◆ **AIM OF THE EXERCISE**:
The word "static" may appear in lines of the data; say how many such lines there are, with nothing beyond the number.

<<<<

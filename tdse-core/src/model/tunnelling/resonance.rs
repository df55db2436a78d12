//! A level of the model atom in a static field: the state that only flows out, its energy and width (Siegert, Phys. Rev. 56, 750
//! (1939)).

use num_complex::Complex;

use crate::potential::Potential;
use crate::stationary::StationaryError;

/// A decaying state.
#[derive(Clone, Copy, Debug, PartialEq)]
pub struct Resonance {
    /// Re E, hartree.
    pub energy: f64,
    /// Γ = -2 Im E, 1/a.u. of time.
    pub width: f64,
}

/// V'/p³ up to which the outgoing wave is that of the local momentum, but for its fourth power.
const SMOOTH: f64 = 5e-4;
/// Step near the atom, in units of the potential's smallest length and at the most, bohr, and how it grows with the distance.
const STEP: (f64, f64, f64) = (0.03, 0.03, 0.015);
/// Largest phase of a step.
const PHASE: f64 = 0.5;
/// e-folds the wave function decays to the side that rises.
const DECAY: f64 = 40.0;
/// Accuracy of the energy, hartree.
const ACCURACY: f64 = 1e-14;
/// Fields on the way from a weak one to the one asked for.
const WAY: i32 = 8;
/// Exponent of the leading-order rate, 2κ³/3F, from which on only the energy's real part is followed.
const DEEP: f64 = 300.0;

/// The level that has energy `level` without field, in a static field `field` (V + field·x, either sign) in one dimension.
///
/// Widths below 1e-14 hartree are lost in rounding.
///
/// # Errors
/// [`StationaryError::NotConverged`].
///
/// # Panics
/// If `field` is zero or `level` is not negative.
pub fn resonance(potential: &Potential, level: f64, field: f64) -> Result<Resonance, StationaryError> {
    let fields: Vec<f64> = (1..=WAY).map(|n| field * f64::from(n) / f64::from(WAY)).collect();
    let followed = resonances(potential, level, &fields)?;
    Ok(followed[followed.len() - 1])
}

/// As [`resonance`] for several fields of one sign and rising strength, the first of them weak: each starts from the one before
/// it, as the shift grows with the square of the field.
///
/// # Errors
/// As [`resonance`].
pub fn resonances(
    potential: &Potential,
    level: f64,
    fields: &[f64],
) -> Result<Vec<Resonance>, StationaryError> {
    let mut last: Option<(f64, Complex<f64>)> = None;
    let mut out = Vec::with_capacity(fields.len());
    for &field in fields {
        assert!(field != 0.0 && level < 0.0, "a bound level and a field, got {level} and {field}");
        let guess = last.map_or(Complex::new(level, 0.0), |(before, energy)| {
            level + (energy - level) * (field / before).powi(2)
        });
        let energy = Siegert::new(potential, level, field).solve(guess)?;
        last = Some((field, energy));
        out.push(Resonance { energy: energy.re, width: (-2.0 * energy.im).max(0.0) });
    }
    Ok(out)
}

/// The two integrations that meet at zero, along y, towards which the electron leaves.
struct Siegert<'a> {
    potential: &'a Potential,
    /// +1 where y = x.
    side: f64,
    strength: f64,
    /// Nodes from the far end to zero: where the field rises, and where it falls.
    nodes: [Vec<f64>; 2],
    /// Whether the barrier is too long for anything but decay.
    deep: bool,
}

impl<'a> Siegert<'a> {
    fn new(potential: &'a Potential, level: f64, field: f64) -> Self {
        let strength = field.abs();
        let depth = -level;
        let deep = 2.0 * (2.0 * depth).powf(1.5) / (3.0 * strength) > DEEP;
        // p³ = F/SMOOTH at the far end downhill, where p² = 2Fy at the least.
        let momentum = (strength / SMOOTH).cbrt();
        let far = if deep { 0.5 * depth } else { 0.5 * momentum * momentum + depth } / strength;
        let mut decay = 0.0;
        let mut up = vec![0.0];
        let mut down = vec![0.0];
        let grown = |y: f64| {
            let length = potential.smallest_length();
            (STEP.0 * length).min(STEP.1) * (1.0 + STEP.2 / STEP.0 * y / length.max(1.0))
        };
        while decay < DECAY {
            let y = up[up.len() - 1];
            let fall = (2.0 * (depth + strength * y)).sqrt();
            let step = grown(y).min(PHASE / fall);
            decay += step * fall;
            up.push(y + step);
        }
        while down[down.len() - 1] < far {
            let y = down[down.len() - 1];
            let fastest = (2.0 * (depth + strength * y)).sqrt();
            down.push(y + grown(y).min(PHASE / fastest));
        }
        up.reverse();
        down.reverse();
        Self {
            potential,
            side: -field.signum(),
            strength,
            nodes: [up.iter().map(|y| -y).collect(), down],
            deep,
        }
    }

    fn value(&self, y: f64) -> f64 {
        self.potential.value(self.side * y) - self.strength * y
    }

    /// Mismatch of the logarithmic slopes at zero, and the root where it vanishes (secant method).
    fn solve(&self, guess: Complex<f64>) -> Result<Complex<f64>, StationaryError> {
        let mut old = guess * 1.0001;
        let mut at_old = self.mismatch(old);
        let mut new = guess;
        for _ in 0..60 {
            let at_new = self.mismatch(new);
            let change = at_new * (new - old) / (at_new - at_old);
            (old, at_old) = (new, at_new);
            new -= change;
            if change.norm() < ACCURACY || at_new == Complex::default() {
                return Ok(new);
            }
        }
        let reached = (new - old).norm();
        if reached < 1e3 * ACCURACY {
            return Ok(new);
        }
        Err(StationaryError::NotConverged {
            what: "a level in a static field",
            reached,
            wanted: ACCURACY,
            unit: "hartree",
        })
    }

    fn mismatch(&self, energy: Complex<f64>) -> Complex<f64> {
        let decaying = |y: f64| [Complex::new(1.0, 0.0), (2.0 * (self.value(y) - energy)).sqrt()];
        let [up, down] = &self.nodes;
        let [f, df] = self.carried(decaying(up[0]), up, energy);
        let start = if self.deep { decaying(down[0]) } else { self.outgoing(down[0], energy) };
        let [g, dg] = self.carried(start, down, energy);
        // Slopes are those along the way, so the second one is minus the one along y.
        df * g + f * dg
    }

    /// (ψ, -ψ') of q^{-1/2} e^{i∫q dy}, the slope towards smaller y, where q² = p² - q''/2q + ¾(q'/q)² (Milne, Phys. Rev. 35, 863
    /// (1930)): with p² = 2(E - U) all but linear this far out, q = p + ⅝F²/p⁵.
    fn outgoing(&self, y: f64, energy: Complex<f64>) -> [Complex<f64>; 2] {
        let p = (2.0 * (energy - self.value(y))).sqrt();
        let force = self.strength - self.side * self.potential.value_and_slope(self.side * y).1;
        let small = (force / p.powi(3)).powi(2);
        let q = p * (1.0 + 0.625 * small);
        let rate = force / p * (1.0 - 3.125 * small); // q'
        let slope = Complex::<f64>::i() * q - rate / q * 0.5;
        [Complex::new(1.0, 0.0), -slope]
    }

    /// (ψ, ψ') carried along `nodes`, slopes along the way, rescaled where it grows large.
    fn carried(&self, mut y: [Complex<f64>; 2], nodes: &[f64], energy: Complex<f64>) -> [Complex<f64>; 2] {
        for pair in nodes.windows(2) {
            let (middle, length) = (0.5 * (pair[0] + pair[1]), pair[1] - pair[0]);
            let offset = 0.288_675_134_594_812_9 * length;
            let at = [self.value(middle - offset), self.value(middle + offset)];
            y = transfer(y, length.abs(), at, energy);
            let size = y[0].norm_sqr() + y[1].norm_sqr();
            if size > 1e100 {
                y = y.map(|v| v * 1e-50);
            }
        }
        let size = y[0].norm() + y[1].norm();
        y.map(|v| v / size)
    }
}

/// The fourth-order Magnus step of the bound levels (Iserles, Nørsett, Phil. Trans. R. Soc. A 357, 983 (1999), eq. 4.6) at a
/// complex energy, V given at the two Gauss points.
fn transfer(
    [value, slope]: [Complex<f64>; 2],
    h: f64,
    [first, second]: [f64; 2],
    energy: Complex<f64>,
) -> [Complex<f64>; 2] {
    let f = 2.0 * (0.5 * (first + second) - energy);
    let tilt = 0.288_675_134_594_812_9 * h * h * (second - first);
    let q = tilt * tilt + h * h * f;
    let (c, s) = if q.norm() < 1e-3 {
        (
            1.0 + q / 2.0 * (1.0 + q / 12.0 * (1.0 + q / 30.0)),
            1.0 + q / 6.0 * (1.0 + q / 20.0 * (1.0 + q / 42.0)),
        )
    } else {
        let root = q.sqrt();
        let (rising, falling) = (root.exp(), (-root).exp());
        (0.5 * (rising + falling), 0.5 * (rising - falling) / root)
    };
    [(c - s * tilt) * value + s * h * slope, s * h * f * value + (c + s * tilt) * slope]
}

>>>>

◆ **OUTPUT OF THE EXERCISE**:
3